Skip to main content
Version: v0.9.8

Disaster Recovery

As a multi cluster orchestrator, Nova can help with Day-2 orchestration needs of applications running on a fleet of clusters it manages (in addition to Day-0 static and dynamic scheduling of workloads that we’ve seen in the prior sections).

Automation of the disaster recovery of databases is one such application need that is implemented by Nova through a Kubernetes-native approach. This feature allows the Nova administrator to specify a sequence of steps that would need to be enacted when a failure is detected in its fleet. Such a failure could be a cluster-level failure, zone failure or a region failure. As soon as an alert capturing this failure is received by Nova, a Recovery Plan consisting of a sequence of recovery steps, is executed by the Nova control plane.

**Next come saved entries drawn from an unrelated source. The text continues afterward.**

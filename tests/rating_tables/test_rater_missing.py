"""The rater on missing values and unknown levels (docs/rating-table.md, Rating algorithm).

Hand calculations on the invented example table (tests/_builders.py) with a missing row of 1.3 on
`age` and 1.1 on `region`; the premium formula is the page's, the figures are written out below.
"""

from __future__ import annotations

import dataclasses
import hashlib

import numpy as np
import pandas as pd
import pyarrow as pa
import pyarrow.parquet as pq
import pytest

from rating_tables import LevelCounts, MissingRow, TableError, rate, rate_file
from rating_tables.rate import rating_columns

from _builders import example_table

# Hand figures, base 200, loadings lae 0.10, fixed 30, variable 0.15 + profit 0.05, minimum 120:
# M1: age missing 1.3; Coast 1.5; bonus 03 1.25; age__region 1.0 (age missing); exposure 1
#     pure = 200 x 1.3 x 1.5 x 1.25 = 487.5; gross = (536.25 + 30) / 0.8 = 707.8125 -> 707.81
# M2: age 22 1.5; region missing 1.1; bonus 01 0.75; age__region 1.0 (region missing); exposure 0.5
#     pure = 200 x 1.5 x 1.1 x 0.75 x 0.5 = 123.75; gross = (136.125 + 15) / 0.8 = 188.90625 -> 188.91
# M3: age 45 1.0; region missing (empty text) 1.1; bonus 02 1.0; 1.0; exposure 1
#     pure = 220; gross = (242 + 30) / 0.8 = 340
# M4: age 23 1.5; 'Islands' is no level: fallback North 1.0; bonus 02; age < 30 and North 1.0; exposure 1
#     pure = 300; gross = (330 + 30) / 0.8 = 450
# M5: age 24 1.5; Coast 1.5; 02 1.0; age < 30 and Coast 1.125; exposure 1
#     pure = 200 x 1.5 x 1.5 x 1.125 = 506.25; gross = (556.875 + 30) / 0.8 = 733.59375 -> 733.59
PURE = [487.5, 123.75, 220.0, 300.0, 506.25]
GROSS = [707.81, 188.91, 340.0, 450.0, 733.59]
REL = {
    "rel_age": [1.3, 1.5, 1.0, 1.5, 1.5],
    "rel_region": [1.5, 1.1, 1.1, 1.0, 1.5],
    "rel_bonus": [1.25, 0.75, 1.0, 1.0, 1.0],
    "rel_age__region": [1.0, 1.0, 1.0, 1.0, 1.125],
}


def table_with_missing_rows():
    table = example_table()
    age = dataclasses.replace(table.factor("age"), missing=MissingRow(1.3, 40.0))
    region = dataclasses.replace(table.factor("region"), missing=MissingRow(1.1, 25.5))
    return dataclasses.replace(table, factors=(age, region, *table.factors[2:]))


def book_with_missing_values() -> pd.DataFrame:
    return pd.DataFrame(
        {
            "policy": ["M1", "M2", "M3", "M4", "M5"],
            "age": [np.nan, 22.0, 45.0, 23.0, 24.0],
            "region": ["Coast", None, "", "Islands", "Coast"],
            "bonus": ["03", "01", "02", "02", "02"],
            "exposure": [1.0, 0.5, 1.0, 1.0, 1.0],
        }
    )


def check_hand_figures(rated: pd.DataFrame) -> None:
    assert rated["pure_premium"].tolist() == pytest.approx(PURE, rel=1e-12)
    assert rated["gross_premium"].tolist() == GROSS
    for column, values in REL.items():
        assert rated[column].tolist() == values, column


@pytest.mark.parametrize("age_missing", [np.nan, None, ""])
def test_missing_values_take_the_missing_row_and_one_from_two_way_tables(age_missing):
    """NaN, None and empty text are all missing, for a numeric and for a categorical factor."""
    book = book_with_missing_values().astype({"age": object})
    book.loc[0, "age"] = age_missing
    check_hand_figures(rate(table_with_missing_rows(), book, "exposure"))


def test_missing_values_in_a_pandas_categorical_and_a_nan_text():
    book = book_with_missing_values()
    book["region"] = pd.Categorical(book["region"].replace({None: np.nan}), categories=["Coast", "", "Islands"])
    book["age"] = ["nan", "22", "45", "23", "24"]  # text read as a number: `nan` is missing
    check_hand_figures(rate(table_with_missing_rows(), book, "exposure"))


def test_the_counts_of_a_book(tmp_path):
    _, counts = rating_columns(table_with_missing_rows(), book_with_missing_values(), "exposure")
    assert counts == {
        "age": LevelCounts("age", missing_rows=1),
        "region": LevelCounts("region", 2, 1, "North", ("Islands",)),
        "bonus": LevelCounts("bonus"),
    }
    assert not counts["bonus"] and counts["age"]


def test_a_csv_book_with_empty_fields(tmp_path):
    """In a CSV book an empty field is a missing value; the text columns pass through unchanged."""
    (tmp_path / "book.csv").write_text(
        "policy,age,region,bonus,exposure\nM1,,Coast,03,1.0\nM2,22,,01,0.5\nM3,45,,02,1\nM4,23,Islands,02,1\n"
        "M5,24,Coast,02,1\n"
    )
    result = rate_file(table_with_missing_rows(), tmp_path / "book.csv", tmp_path / "rated.csv", "exposure")
    rated = pd.read_csv(tmp_path / "rated.csv", dtype={"bonus": str}, keep_default_na=False)
    check_hand_figures(rated)
    assert rated["age"].tolist()[:2] == ["", "22"] and rated["region"].tolist()[1] == ""
    assert result.rows == 5
    assert result.counts == (LevelCounts("age", 1), LevelCounts("region", 2, 1, "North", ("Islands",)))


@pytest.mark.parametrize("dictionary", [False, True])
def test_a_parquet_book_with_nulls_nan_and_empty_text(tmp_path, dictionary):
    region = pa.array(["Coast", None, "", "Islands", "Coast"])
    book = pa.table(
        {
            "policy": ["M1", "M2", "M3", "M4", "M5"],
            "age": pa.array([None, 22.0, 45.0, 23.0, 24.0]),
            "region": region.dictionary_encode() if dictionary else region,
            "bonus": ["03", "01", "02", "02", "02"],
            "exposure": [1.0, 0.5, 1.0, 1.0, 1.0],
        }
    )
    pq.write_table(book, tmp_path / "book.parquet")
    result = rate_file(table_with_missing_rows(), tmp_path / "book.parquet", tmp_path / "rated.parquet", "exposure")
    rated = pd.read_parquet(tmp_path / "rated.parquet")
    check_hand_figures(rated)
    assert rated["age"].isna().tolist() == [True, False, False, False, False]  # the null passes through
    assert result.counts[1] == LevelCounts("region", 2, 1, "North", ("Islands",))
    nan_age = book.set_column(1, "age", pa.array([np.nan, 22.0, 45.0, 23.0, 24.0]))  # a NaN, not a null
    pq.write_table(nan_age, tmp_path / "nan.parquet")
    rate_file(table_with_missing_rows(), tmp_path / "nan.parquet", tmp_path / "nan-rated.parquet", "exposure")
    check_hand_figures(pd.read_parquet(tmp_path / "nan-rated.parquet"))


@pytest.mark.parametrize(
    "column, value, message",
    [
        (
            "age",
            np.nan,
            r"^factor 'age': missing value at book row 2 \(0-based\) and the table has no missing row for it$",
        ),
        (
            "region",
            "",
            r"^factor 'region': missing value at book row 2 \(0-based\) and the table has no missing row for it$",
        ),
        ("region", None, r"^factor 'region': missing value at book row 2 \(0-based\)"),
    ],
)
def test_a_missing_value_without_a_missing_row_is_refused(column, value, message):
    book = book_with_missing_values().iloc[[3, 4, 0]].reset_index(drop=True).astype({column: object})
    book.loc[2, "age"] = 30.0
    book.loc[2, column] = value
    with pytest.raises(TableError, match=message):
        rate(example_table(), book, "exposure")


def test_a_missing_exposure_stays_an_error(tmp_path):
    book = book_with_missing_values()
    book.loc[3, "exposure"] = np.nan
    with pytest.raises(TableError, match=r"^exposure column 'exposure': missing value at book row 3 \(0-based\)$"):
        rate(table_with_missing_rows(), book, "exposure")
    (tmp_path / "book.csv").write_text("policy,age,region,bonus,exposure\nM1,30,Coast,03,\n")
    with pytest.raises(TableError, match=r"book.csv: exposure column 'exposure': missing value at book row 0"):
        rate_file(table_with_missing_rows(), tmp_path / "book.csv", tmp_path / "out.csv", "exposure")


def test_unknown_levels_take_the_fallback_else_the_base_else_are_refused():
    """bonus has no fallback: with base 02 an unknown bonus is rated at 02 (1.0); with neither it is refused."""
    table = example_table()
    book = book_with_missing_values().iloc[[3, 4]].assign(bonus=["07", "01"])
    with pytest.raises(
        TableError,
        match=r"^factor 'bonus': level '07' at book row 0 \(0-based\) is not in the table and the factor has no "
        r"fallback or base level$",
    ):
        rate(table, book, "exposure")
    with_base = dataclasses.replace(
        table, factors=tuple(dataclasses.replace(f, base="02") if f.name == "bonus" else f for f in table.factors)
    )
    rated = rate(with_base, book, "exposure")
    assert rated["rel_bonus"].tolist() == [1.0, 0.75]
    _, counts = rating_columns(with_base, book, "exposure")
    assert counts["bonus"] == LevelCounts("bonus", 0, 1, "02", ("07",))
    assert counts["region"] == LevelCounts("region", 0, 1, "North", ("Islands",))


def test_strict_levels_refuse_an_unknown_level_even_with_a_fallback(tmp_path):
    book = book_with_missing_values()
    message = (
        r"factor 'region': level 'Islands' at book row 3 \(0-based\) is not in the table and strict levels refuse "
        r"it \(the fallback would be 'North'\)$"
    )
    with pytest.raises(TableError, match="^" + message):
        rate(table_with_missing_rows(), book, "exposure", strict_levels=True)
    book.iloc[[0, 1, 2, 4]].to_csv(tmp_path / "known.csv", index=False)  # missing values, no unknown level
    rate_file(
        table_with_missing_rows(), tmp_path / "known.csv", tmp_path / "known-rated.csv", "exposure", strict_levels=True
    )
    book.to_csv(tmp_path / "book.csv", index=False)
    with pytest.raises(TableError, match=r"book.csv: " + message):
        rate_file(
            table_with_missing_rows(), tmp_path / "book.csv", tmp_path / "out.csv", "exposure", strict_levels=True
        )
    assert not (tmp_path / "out.csv").exists()


def _digest(path) -> str:
    return hashlib.sha256(path.read_bytes()).hexdigest()


@pytest.mark.parametrize("suffix", [".csv", ".parquet"])
def test_output_and_counts_do_not_depend_on_the_batch_size(tmp_path, suffix):
    """1,000 rows, a tenth with a missing age, a tenth with a missing region, and eight unknown regions
    met in the order U7, U3, U7, U1, U5, U2, U8, ...: the first five distinct are U7, U3, U1, U5, U2
    whether the book is rated in one batch or in batches of 97 or 7 rows."""
    rng = np.random.default_rng(14)
    n = 1000
    region = rng.choice(["North", "South", "Coast"], n).astype(object)
    unknown_rows = np.sort(rng.choice(np.arange(3, n), 40, replace=False))
    order = ["U7", "U3", "U7", "U1", "U5", "U2", "U8", "U4", "U6"]
    region[unknown_rows] = [order[k] if k < len(order) else f"U{1 + k % 8}" for k in range(40)]
    age = rng.integers(17, 90, n).astype(float)
    age[rng.choice(n, 100, replace=False)] = np.nan
    free = np.setdiff1d(np.arange(n), unknown_rows)
    region[rng.choice(free, 100, replace=False)] = None
    book = pd.DataFrame(
        {
            "policy": [f"B{i:05d}" for i in range(n)],
            "age": age,
            "region": region,
            "bonus": rng.choice(["01", "02", "03"], n),
            "exposure": np.round(rng.uniform(0.1, 1.0, n), 3),
        }
    )
    source = tmp_path / ("book.csv" if suffix == ".csv" else "book.parquet")
    book.to_csv(source, index=False) if suffix == ".csv" else book.to_parquet(source, index=False)
    results, digests = [], []
    for batch_rows in (n, 97, 7):
        out = tmp_path / f"rated-{batch_rows}{suffix}"
        results.append(
            rate_file(table_with_missing_rows(), source, out, "exposure", batch_rows=batch_rows, row_group_rows=500)
        )
        digests.append(_digest(out))
    assert digests[1:] == digests[:1] * 2
    assert results[1:] == results[:1] * 2
    assert results[0].counts == (
        LevelCounts("age", int(np.isnan(age).sum())),
        LevelCounts("region", 100, 40, "North", ("U7", "U3", "U1", "U5", "U2")),
    )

In the following sections, we describe the three key CRDs that Nova's disaster recovery framework is built around: ReceivedAlert, RecoveryPlan, and RecoveryRun. These CRDs work in tandem to monitor, plan, and execute disaster recovery strategies. RecoveryPlan is a user-defined plan that is matched to an incoming ReceivedAlert and results in started RecoveryRun.

ReceivedAlert

The ReceivedAlert CRD tracks incoming alerts within the Kubernetes cluster. It functions as the initial point of contact for the Nova disaster recovery system, capturing and recording alerts that may necessitate recovery actions.

  • Kind: ReceivedAlert
  • Function: Tracks and records incoming alerts.
  • Usage: When an alert from alerting system (such as Alertmanager in Prometheus) is received, a ReceivedAlert resource is created, storing the details of the alert.
apiVersion: recovery.elotl.co/v1alpha1
kind: ReceivedAlert
metadata:
name: example-received-alert
spec:
labels:
key: value
status:
processed: false

RecoveryPlan

The RecoveryPlan CRD allows users to define specific recovery strategies. It's a user-created resource that outlines the steps to be taken in response to different types of alerts.

  • Kind: RecoveryPlan
  • Function: Defines the recovery steps for different alerts.
  • Usage: Users create RecoveryPlan resources to specify how the system should respond to various alerts.
apiVersion: recovery.elotl.co/v1alpha1
kind: RecoveryPlan
metadata:
name: example-recoveryplan
spec:
alertLabels:
severity: critical
app: my-app
steps:
- type: readField
readField:
apiVersion: v1
resource: pods
namespace: default
name: my-pod
fieldPath: spec.containers[0].image
outputKey: podImage
title: Read Pod Image
- type: patch
patch:
apiVersion: v1
resource: pods
namespace: default
name: my-pod
override:
fieldPath: spec.containers[1].image
value:
raw: "{{ .Values.podImage }}"
patchType: "application/json-patch+json"
title: Update Second Container Image
- type: job
job:
template:
spec:
containers:
- name: update-notification
image: busybox
command: ['sh', '-c', 'echo Updating to image {{ .Values.podImage }}']
restartPolicy: OnFailure
title: Notify Image Update

RecoveryRun

The RecoveryRun CRD represents the execution of a disaster recovery process. It is triggered based on a matching RecoveryPlan for a given ReceivedAlert.

  • Kind: RecoveryRun
  • Function: Manages and tracks the execution of recovery processes.
  • Usage: When a ReceivedAlert matches a RecoveryPlan, a RecoveryRun is initiated to carry out the specified recovery steps.
apiVersion: recovery.elotl.co/v1alpha1
kind: RecoveryRun
metadata:
name: example-recoveryrun
spec:
alertSpec:
name: critical-alert
labels:
severity: critical
app: my-app
steps:
- type: readField
readField:
apiVersion: v1
resource: pods
namespace: default
name: my-pod
fieldPath: spec.containers[0].image
outputKey: podImage
- type: patch
patch:
apiVersion: v1
resource: pods
namespace: default
name: my-pod
override:
fieldPath: spec.containers[1].image
value:
raw: "{{ .Values.podImage }}"
patchType: "application/json-patch+json"
- type: job
job:
template:
spec:
containers:
- name: update-notification
image: busybox
command: ['sh', '-c', 'echo Updating to image {{ .Values.podImage }}']
restartPolicy: OnFailure
status:
phase: Completed
values:
podImage: "example-image:v1"
conditions:
- type: Success
status: "True"
lastProbeTime: "2024-01-03T12:34:56Z"
lastTransitionTime: "2024-01-03T12:34:56Z"
reason: Completed
message: Recovery step completed successfully

Workflow

  1. Alert Reception: A ReceivedAlert is created when an alert is received.
  2. Plan Matching: The system matches the ReceivedAlert to an appropriate RecoveryPlan.
  3. Recovery Execution: A RecoveryRun is initiated to execute the recovery steps defined in the matched RecoveryPlan.

This framework ensures a streamlined and flexible approach to managing disaster recovery in Kubernetes environments.